| Bug #76821 | WatchDog detects no progress in send thread and kills datanode | ||
|---|---|---|---|
| Submitted: | 24 Apr 2015 10:36 | Modified: | 15 May 2015 9:04 |
| Reporter: | Ole John Aske | Email Updates: | |
| Status: | Closed | Impact on me: | |
| Category: | MySQL Cluster: Cluster (NDB) storage engine | Severity: | S3 (Non-critical) |
| Version: | 7.2.21 | OS: | Any |
| Assigned to: | CPU Architecture: | Any | |
[27 Apr 2015 7:30]
Ole John Aske
Posted by developer: Note to doc: This issue was already fixed in 7.4 and *backported* to 7.2-> by this fix
[15 May 2015 9:04]
Jon Stephens
Documented fix in the NDB 7.2.21, 7.3.10, 7.4.7, and 7.5.0 changelogs, as follows:
Previously, multiple send threads could be invoked for handling
sends to the same node; these threads then competed for the same
send lock. While the send lock blocked the additional send
threads, work threads could be passed to other nodes.

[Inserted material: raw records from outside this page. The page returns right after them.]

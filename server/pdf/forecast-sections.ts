import { clockWords, countWords, numberWords } from '../../shared/charts/words'
import { isoTime } from '../../shared/record/entry'
import { differenceOf, differenceWords } from '../../shared/record/forecast-summary'
import type { RecordPaper } from './record'
import type { Sheet } from './sheet'
import { drawTable } from './table'

/** Rounds that stand side by side. */
const ROUNDS_ACROSS = 9

/** What the fits foretold against what came: by case, then the difference of each reading. */
export async function drawForecasts(sheet: Sheet, { summary }: RecordPaper): Promise<void> {
  const { cases, unit, readings } = summary.forecasts
  if (readings === 0) return
  sheet.begin('Forecast against what came')
  sheet.paragraph(`Each reading without control is set beside what the fit to the readings before it foretold for that moment; differences are came less foretold, °${unit}. A case came early when it was found over its limit before the careful forecast had it there.`)
  await drawTable(sheet, [{ label: 'Case', width: 1 }, { label: 'Readings', width: 52, align: 'right' }, { label: 'Median', width: 46, align: 'right' }, { label: 'Largest', width: 46, align: 'right' }, { label: 'Came early', width: 58 }],
    cases.map(item => [item.name, String(item.lines.length), numberWords(item.median), differenceWords(item.largest), item.early ? 'yes' : 'no']))
  const most = Math.max(...cases.map(item => item.lines.length))
  for (let from = 0; from < most; from += ROUNDS_ACROSS) {
    const across = Array.from({ length: Math.min(ROUNDS_ACROSS, most - from) }, (_, index) => from + index)
    sheet.heading(`Differences, °${unit}, ${across.length === 1 ? `reading ${from + 1}` : `readings ${from + 1} to ${from + across.length}`} of each case`)
    await drawTable(sheet, [{ label: 'Case', width: 1 }, ...across.map(index => ({ label: String(index + 1), width: 42, align: 'right' as const }))],
      cases.filter(item => item.lines.length > from).map(item => [item.name, ...across.map((index) => { const line = item.lines[index]; return line ? differenceWords(differenceOf(line)) : '' })]))
  }
}

/** Warnings of the plant as they came and went. */
export async function drawPlantWarnings(sheet: Sheet, { summary }: RecordPaper): Promise<void> {
  if (summary.plantWarnings.length === 0) return
  sheet.heading(countWords(summary.plantWarnings.length, 'plant warning'))
  await drawTable(sheet, [{ label: 'No.', width: 26 }, { label: 'Time', width: 50 }, { label: 'What was seen', width: 0.6 }, { label: 'What to do', width: 0.4 }],
    summary.plantWarnings.map(line => [String(line.seq), clockWords(isoTime(line.at), summary.heading.timeZone, true), line.words, line.over ? 'over' : line.act]))
}
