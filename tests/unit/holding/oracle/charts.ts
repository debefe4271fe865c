/** The second implementation's charts of temperature by time without control, written out as questions. */
import type { OracleCase } from './case'
import { over, reaches } from './case'
import type { Word } from './table'

/** A look at the chart: at a moment, a value, the place of the reading at hand. */
interface Look { at: number, value: number, place: number }

/** Every reading, every interval at its end and warmer value, and now where product is warm. */
function looks(of: OracleCase): Look[] {
  const found: Look[] = []
  for (let place = 0; place < of.seen.length; place += 1) {
    const { at, value } = of.seen[place]!
    if (place > 0) found.push({ at, value: Math.max(of.seen[place - 1]!.value, value), place })
    found.push({ at, value, place })
  }
  if (of.isWarm) found.push({ at: of.now, value: of.last.value, place: of.seen.length - 1 })
  return found.filter(({ value }) => over(value, of.limit))
}

/** When the time without control begins: a warm first reading may come before it. */
const begins = (of: OracleCase) => of.beganWarm && of.first.at < of.dark ? of.first.at : of.dark

/** Washington State Department of Health (V). */
export function washington(of: OracleCase): Word {
  for (const { at, value } of looks(of)) {
    const without = at - begins(of)
    if (reaches(value, 51) && without > of.allowed(120)) return 'discard'
    if (over(value, 45) && without > of.allowed(240)) return 'discard'
  }
  if (of.beganWarm) return 'act'
  return of.isWarm ? 'above' : 'within'
}

/** Since when product was seen over a temperature without one at or below it, looking back from a reading. */
function seenOverSince(of: OracleCase, place: number, mark: number): number {
  let back = place
  while (back > 0 && over(of.seen[back - 1]!.value, mark)) back -= 1
  return of.seen[back]!.at
}

/** San Francisco Department of Public Health (V): its 2 to 3 hours are read up to 4. */
export function sanFrancisco(of: OracleCase): Word {
  const start = begins(of)
  const secondRow = start + of.allowed(120)
  const thirdRow = start + of.allowed(240)
  /** Asked to be at or below a mark within an hour of being seen, or of the row's beginning. */
  const missed = ({ at, place }: Look, mark: number, row: number) => at > Math.max(seenOverSince(of, place, mark), row) + of.allowed(60)
  let word: Word = 'within'
  for (const look of looks(of)) {
    const { at, value } = look
    word = 'above'
    if (reaches(value, 50)) return 'discard'
    if (at > thirdRow) {
      if (over(value, 45) || missed(look, of.limit, thirdRow)) return 'discard'
      word = 'act'
    } else if (at > secondRow && over(value, 45)) {
      if (missed(look, 45, secondRow)) return 'discard'
      word = 'act'
    }
  }
  return of.isWarm ? word : 'within'
}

This issue is fixed by ensuring that new send threads are not
activated while there is already an active send thread assigned
to the same node. In addition, a node already having an active
send thread assigned to it is no longer visible to other,
already active, send threads; that is, such a node is longer
added to the node list when a send thread is currently assigned
to it.
Closed.

Description: When configured with multiple send threads we can get into a situation where: 1) Send thread x locks the send buffer mutex for node n. It then calls perform_send and may spend considerable time inside that call. (Hi send load, lack of available send buffers, communication slowness +++) 2) Send thread y tries to send to the same node n. It will initially grab the global send_thread_mutex and holds that while trying to lock the send buffer already held by thread x 3a) Any other send threads will be blocked when they try to lock the global send buffer mutex, and thus all further send, even to non contended dest nodes are stalled. 3b) Any worker threads which tries to awake a send thread will be blocked when ::alert_send_thread() tries to lock the global send mutex, and all work stalls. The WatchDog thread will detect this situation and warn about it in the log if the blockage last for more than 100ms. (However, there might still be short blockages degrading performance prior to this) 015-04-20 17:54:10 [ndbd] WARNING -- Ndb kernel thread 2 is stuck in: Performing Send elapsed=1004 2015-04-20 17:54:10 [ndbd] INFO -- Watchdog: User time: 51916555 System time: 20693129 2015-04-20 17:54:10 [ndbd] WARNING -- Ndb kernel thread 3 is stuck in: Performing Send elapsed=1104 2015-04-20 17:54:10 [ndbd] INFO -- Watchdog: User time: 51916555 System time: 20693129 2015-04-20 17:54:10 [ndbd] WARNING -- Ndb kernel thread 4 is stuck in: Performing Send elapsed=1104 2015-04-20 17:54:10 [ndbd] INFO -- Watchdog: User time: 51916555 System time: 20693129 How to repeat: Can likely be reproduced with a config with multiple send threads and a load sufficient to saturating the available network performance. Suggested fix: WL#7654 fixed this issue in the 'part 3 of 3' patch. That WL was intentionally only aimed at improving performance in 7.4. We suggest to backport that part of the patch as a fix for this bug.